Tonight I had to rescue another baby Pigeon, this is the 3RD one in about 5 Months. Now, We have a mix of Doves & Pigeons here at my apartment building, not sure if that helps your thinking or not..The first 2 babies were grounded, one day after each other which I still have one of them, the other is now apart of the local flock which I see everyday  I actually feed them on top of the roof each day always around the same time of about 5PM. So tonight while I was feeding, (and we have Hurricane Sandy) I noticed a small baby which was totally soaked!!! all others were a little wet, but this guy looked like he was in the ocean. So, I went closer to him and he ran a bit, no flight at all which raised a flag for me.
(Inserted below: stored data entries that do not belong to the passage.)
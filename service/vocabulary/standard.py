"""Standard mapping table: DICOM PS3.16 codes (TID 5300 pre-coordinated CID 12300, TID 5200
section concepts, TID 5200/5302 post-coordinated generic concepts) -> canonical quantities.

Every code below is declared once in :data:`CODES` with the meaning and the CIDs pydicom 3.0.2's
bundled dictionary (generated from PS3.16) gives for it; ``tests/test_standard_codes.py``
checks each against ``pydicom.sr._concepts_dict``.  Codes pydicom lacks are marked
``from_memory=True`` and are not claimed to be verified.
"""

from __future__ import annotations

from pydantic import BaseModel, ConfigDict

from service.model import Code, Measure
from service.vocabulary.measures import Component
from service.vocabulary.rules import MODIFIER_NAMES, Condition, Rule, RuleOrigin


class KnownCode(BaseModel):
    model_config = ConfigDict(frozen=True)

    code: Code
    cids: tuple[int, ...] = ()  # CID membership claimed (checked against pydicom)
    from_memory: bool = False


def _k(value: str, scheme: str, meaning: str, *cids: int, memory: bool = False) -> KnownCode:
    return KnownCode(
        code=Code(value=value, scheme=scheme, meaning=meaning), cids=cids, from_memory=memory
    )


#: every standard code used in the tables (meaning as in pydicom 3.0.2, PS3.16)
CODES: dict[str, KnownCode] = {
    # --- CID 12300 Core Echo Measurement (TID 5301 pre-coordinated) ---
    "mv_e_vmax": _k("80070-6", "LN", "Mitral valve E-wave Vmax", 12300),
    "mv_a_vmax": _k("80066-4", "LN", "Mitral valve A-wave Vmax", 12300),
    "mv_e_a": _k("18038-0", "LN", "Mitral Valve E to A Ratio", 12207, 12300),
    "mv_dt": _k("78191-4", "LN", "Mitral valve deceleration time", 12300),
    "mv_a_dur": _k("80065-6", "LN", "Mitral valve A-wave duration", 12300),
    "septal_e_prime": _k("79911-4", "LN", "Mitral septal e-prime Vmax", 12300),
    "lateral_e_prime": _k("80054-0", "LN", "Mitral lateral e-prime Vmax", 12300),
    "tr_vmax": _k("79921-3", "LN", "Tricuspid regurgitation Vmax", 12300),
    "lavi_mod": _k("79984-1", "LN", "Left atrial end systolic volume biplane (MOD) / BSA", 12300),
    "lavi_al": _k(
        "79982-5", "LN", "Left atrial end systolic volume biplane (area-length) / BSA", 12300
    ),
    "lvef_mod": _k("79991-6", "LN", "Left ventricular ejection fraction biplane (MOD)", 12300),
    "lvef_3d": _k("79990-8", "LN", "Left ventricular ejection fraction 3D", 12300),
    "lvef_4c": _k(
        "79993-2", "LN", "Left ventricular ejection fraction single plane 4C (MOD)", 12300
    ),
    "lvef_2c": _k(
        "79992-4", "LN", "Left ventricular ejection fraction single plane 2C (MOD)", 12300
    ),
    "ivrt_doppler": _k(
        "18071-1", "LN", "Left ventricular isovolumic relaxation time by Doppler", 12300
    ),
    "ivrt_tdi": _k("80015-1", "LN", "Left ventricular isovolumic relaxation time by TDI", 12300),
    "pv_s_vmax": _k("79917-1", "LN", "Pulmonary vein S-wave Vmax", 12300),
    "pv_d_vmax": _k("79916-3", "LN", "Pulmonary vein D-wave Vmax", 12300),
    "pv_ar_dur": _k("78184-9", "LN", "Pulmonary vein A-wave duration", 12300),
    # --- TID 5200 section concepts ---
    "mv_e_peak": _k("18037-2", "LN", "Mitral Valve E-Wave Peak Velocity", 12207),
    "mv_a_peak": _k("17978-8", "LN", "Mitral Valve A-Wave Peak Velocity", 12207),
    "mv_dt_sct": _k("399354002", "SCT", "Mitral Valve E-Wave Deceleration Time", 12207),
    "mv_a_dur_sct": _k("399229004", "SCT", "Mitral Valve A-Wave Duration", 12207),
    "lv_e_prime": _k(
        "399133000", "SCT", "Left Ventricular Peak Early Diastolic Tissue Velocity", 12200, 12203
    ),
    "e_over_e_prime_sct": _k(
        "399140004",
        "SCT",
        "Ratio of mitral valve peak velocity to left ventricular peak tissue velocity e-wave "
        "(observable entity)",
    ),
    "lvef_us": _k("18043-0", "LN", "Left Ventricular Ejection Fraction by US", 12200, 12202),
    "la_volume": _k("399235004", "SCT", "Left Atrium Systolic Volume", 12205),
    "pv_s_d": _k("29452-0", "LN", "Pulmonary Vein Systolic to Diastolic Ratio", 12214),
    "pv_s_peak": _k("29450-4", "LN", "Pulmonary Vein Systolic Peak Velocity", 12214),
    "pv_d_peak": _k("29451-2", "LN", "Pulmonary Vein Diastolic Peak Velocity", 12214),
    "pv_ar_dur_sct": _k("399070007", "SCT", "Pulmonary Vein A-Wave Duration", 12214),
    "rvsp": _k("399023006", "SCT", "Right Ventricular Peak Systolic Pressure", 12204),
    "heart_rate": _k("8867-4", "LN", "Heart rate", 12207, 12220),
    "subject_age": _k("121033", "DCM", "Subject Age"),
    # --- generic (orifice-flow / property) concepts, CID 12222 / 12304 ---
    "e_wave_peak": _k("59080-2", "LN", "E-Wave Peak Velocity", 12222),
    "a_wave_peak": _k("59081-0", "LN", "A-Wave Peak Velocity", 12222),
    "e_a_generic": _k("59104-0", "LN", "Peak E wave/Peak A wave by US", 12222),
    "decel_time": _k("20217-6", "LN", "Deceleration Time", 12222, 12304),
    "peak_blood_velocity": _k("20355-4", "LN", "Peak Blood Velocity", 12222, 12304),
    "peak_tissue_velocity": _k("125330", "DCM", "Peak Tissue Velocity", 12304),
    "e_over_annulus_e": _k("59111-5", "LN", "E Velocity to Annulus E Velocity Ratio", 12222),
    "s_d_generic": _k("12144-2", "LN", "Systolic to Diastolic Velocity Ratio", 12222),
    "accel_slope": _k("20167-3", "LN", "Acceleration Slope", 12222),
    "peak_la_strain": _k("130671", "DCM", "Peak Longitudinal Lagrangian Strain", 12304),
    "ejection_fraction": _k(
        "70822001", "SCT", "Cardiac ejection fraction, function (observable entity)"
    ),
    # --- modifier names ---
    "finding_site": _k("363698007", "SCT", "Finding Site"),
    "image_mode": _k("399264008", "SCT", "Image mode (observable entity)"),
    "cardiac_phase": _k("272518008", "SCT", "Cardiovascular cycle point (qualifier value)"),
    "flow_direction": _k("260674002", "SCT", "Direction of flow (attribute)"),
    "measurement_method": _k("370129005", "SCT", "Measurement Method"),
    "topographical_modifier": _k("106233006", "SCT", "Topographical modifier"),
    "measured_property": _k("125307", "DCM", "Measured Property"),
    "measurement_type": _k("125306", "DCM", "Measurement Type"),
    "derivation": _k("121401", "DCM", "Derivation"),
    "selection_status": _k("121404", "DCM", "Selection Status"),
    "stage": _k("18139-6", "LN", "Stage", memory=True),
    # --- modifier values ---
    "mitral_valve": _k("91134007", "SCT", "Mitral valve structure (body structure)"),
    "mitral_annulus": _k(
        "65197004", "SCT", "Structure of anulus fibrosus of mitral orifice (body structure)"
    ),
    "medial_annulus": _k("399093001", "SCT", "Medial mitral annulus structure (body structure)"),
    "lateral_annulus": _k("399086000", "SCT", "Lateral mitral annulus structure (body structure)"),
    "tricuspid_valve": _k("46030003", "SCT", "Tricuspid valve structure (body structure)"),
    "left_atrium": _k("82471001", "SCT", "Left atrium", 12305),
    "left_ventricle": _k("87878005", "SCT", "Left ventricular structure (body structure)"),
    "pulmonary_venous_structure": _k(
        "122972007", "SCT", "Pulmonary venous structure (body structure)"
    ),
    "pulmonary_vein": _k("430757002", "SCT", "Pulmonary Vein", 12283, 12305),
    "pw_doppler": _k("261199008", "SCT", "Doppler Pulsed", 12224),
    "cw_doppler": _k("261198000", "SCT", "Doppler Continuous Wave", 12224),
    "tdi": _k("439858009", "SCT", "Tissue Doppler Imaging", 12224),
    "regurgitant_flow": _k("397417004", "SCT", "Regurgitant Flow", 12221),
    # the same SNOMED CT concepts are "Antegrade/Retrograde Flow" in CID 12221 (TID 5200) and
    # "Antegrade/Retrograde Direction" in CID 12306 (TID 5302 Flow Direction)
    "antegrade_flow": _k("263677008", "SCT", "Antegrade Flow", 12221, 12306),
    "retrograde_flow": _k("312004007", "SCT", "Retrograde Flow", 12221, 12306),
    "e_wave_phase": _k("444392003", "SCT", "Diastolic Rapid Inflow (E-wave)", 12307),
    "a_wave_phase": _k("59972007", "SCT", "Atrial systole, function (observable entity)"),
    "early_diastole": _k("444389002", "SCT", "Early Diastole"),
    "s_wave_phase": _k("444371003", "SCT", "Ventricular Ejection (S-wave)", 12307),
    "d_wave_phase": _k("125322", "DCM", "Atrial Diastolic Filling (D-wave)", 12307),
    "valsalva": _k("261039008", "SCT", "Valsalva maneuver", 12002),
    "user_chosen": _k("121410", "DCM", "User chosen value", 224, 12301),
    "most_recent": _k("121411", "DCM", "Most recent value chosen", 224, 12301),
    "mean_chosen": _k("121412", "DCM", "Mean value chosen", 224, 12301),
    "mean": _k("373098007", "SCT", "Mean Value of population", 226),
    "mod_biplane": _k("125207", "DCM", "Method of Disks, Biplane", 12227),
    "area_length_biplane": _k("125204", "DCM", "Area-Length Biplane", 12227),
    "cardiac_rhythm": _k("8884-9", "LN", "Cardiac Rhythm", 3441),
}


def code(name: str) -> Code:
    return CODES[name].code


# the rule module's modifier names must be the ones declared here
for _alias, _names in MODIFIER_NAMES.items():  # pragma: no branch
    if _names[0] != CODES[_alias].code:  # pragma: no cover
        raise AssertionError(_alias)

#: CID sources cited beside rules
PS16 = "DICOM PS3.16"
SRC_12300 = f"{PS16} CID 12300 Core Echo Measurement (TID 5301 pre-coordinated)"
SRC_5200 = f"{PS16} TID 5200/5202 echo section concept"
SRC_POST = f"{PS16} TID 5200 generic concept (CID 12222) post-coordinated by modifiers"
SRC_5302 = f"{PS16} TID 5302 post-coordinated item, Measured Property (CID 12304) + modifiers"


def where(alias: str, *values: str, absent: bool = False, negate: bool = False) -> Condition:
    return Condition(
        key=alias,
        names=MODIFIER_NAMES[alias],
        values=tuple(code(v) for v in values),
        allow_absent=absent,
        negate=negate,
    )


SITE_MV = where("finding_site", "mitral_valve")
SITE_SEPTAL = where("finding_site", "medial_annulus")
SITE_LATERAL = where("finding_site", "lateral_annulus")
SITE_TV = where("finding_site", "tricuspid_valve")
SITE_PV = where("finding_site", "pulmonary_venous_structure", "pulmonary_vein")
SITE_LA = where("finding_site", "left_atrium")
SITE_LV = where("finding_site", "left_ventricle")
NOT_TDI = where("image_mode", "tdi", negate=True)
TDI_OR_NONE = where("image_mode", "tdi", absent=True)
E_PHASE_OR_NONE = where("cardiac_phase", "e_wave_phase", "early_diastole", absent=True)
E_PHASE = where("cardiac_phase", "e_wave_phase")
A_PHASE = where("cardiac_phase", "a_wave_phase")
S_PHASE = where("cardiac_phase", "s_wave_phase")
D_PHASE = where("cardiac_phase", "d_wave_phase")
#: backward flow: Regurgitant Flow (CID 12221) or Retrograde Flow (CID 12221; Retrograde
#: Direction in CID 12306, the value set of TID 5302's Flow Direction)
REGURGITANT = where("flow_direction", "regurgitant_flow", "retrograde_flow")
#: forward flow or no direction: a backward-flagged velocity at the mitral valve is mitral
#: regurgitation and one in the pulmonary veins is the atrial reversal (Ar) wave, never the
#: E, A, S or D wave
NOT_BACKWARD = where("flow_direction", "regurgitant_flow", "retrograde_flow", negate=True)
CW_OR_NONE = where("image_mode", "cw_doppler", absent=True)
After I was done feeding them, I wanted to see if he could fly and nothing! So, long story short, I have him with me and will keep him until he can go on his own. All that said, what is going on??? This bothers me!! One, how did he get on the roof! and what about the other 2?? Whats the deal with the parents? Did they maybe push out the other 2 so they could work on another clutch? At that time, they were about 2-3 weeks of age just so you know..This new baby is about the same, but is a bit bigger, may be 1 Month old and should be able to fly..So, whats the story with him?? Overall, I have a lot of issues for a while now with my flock of Budgies which I truly believe are because of the Pigeons/Doves..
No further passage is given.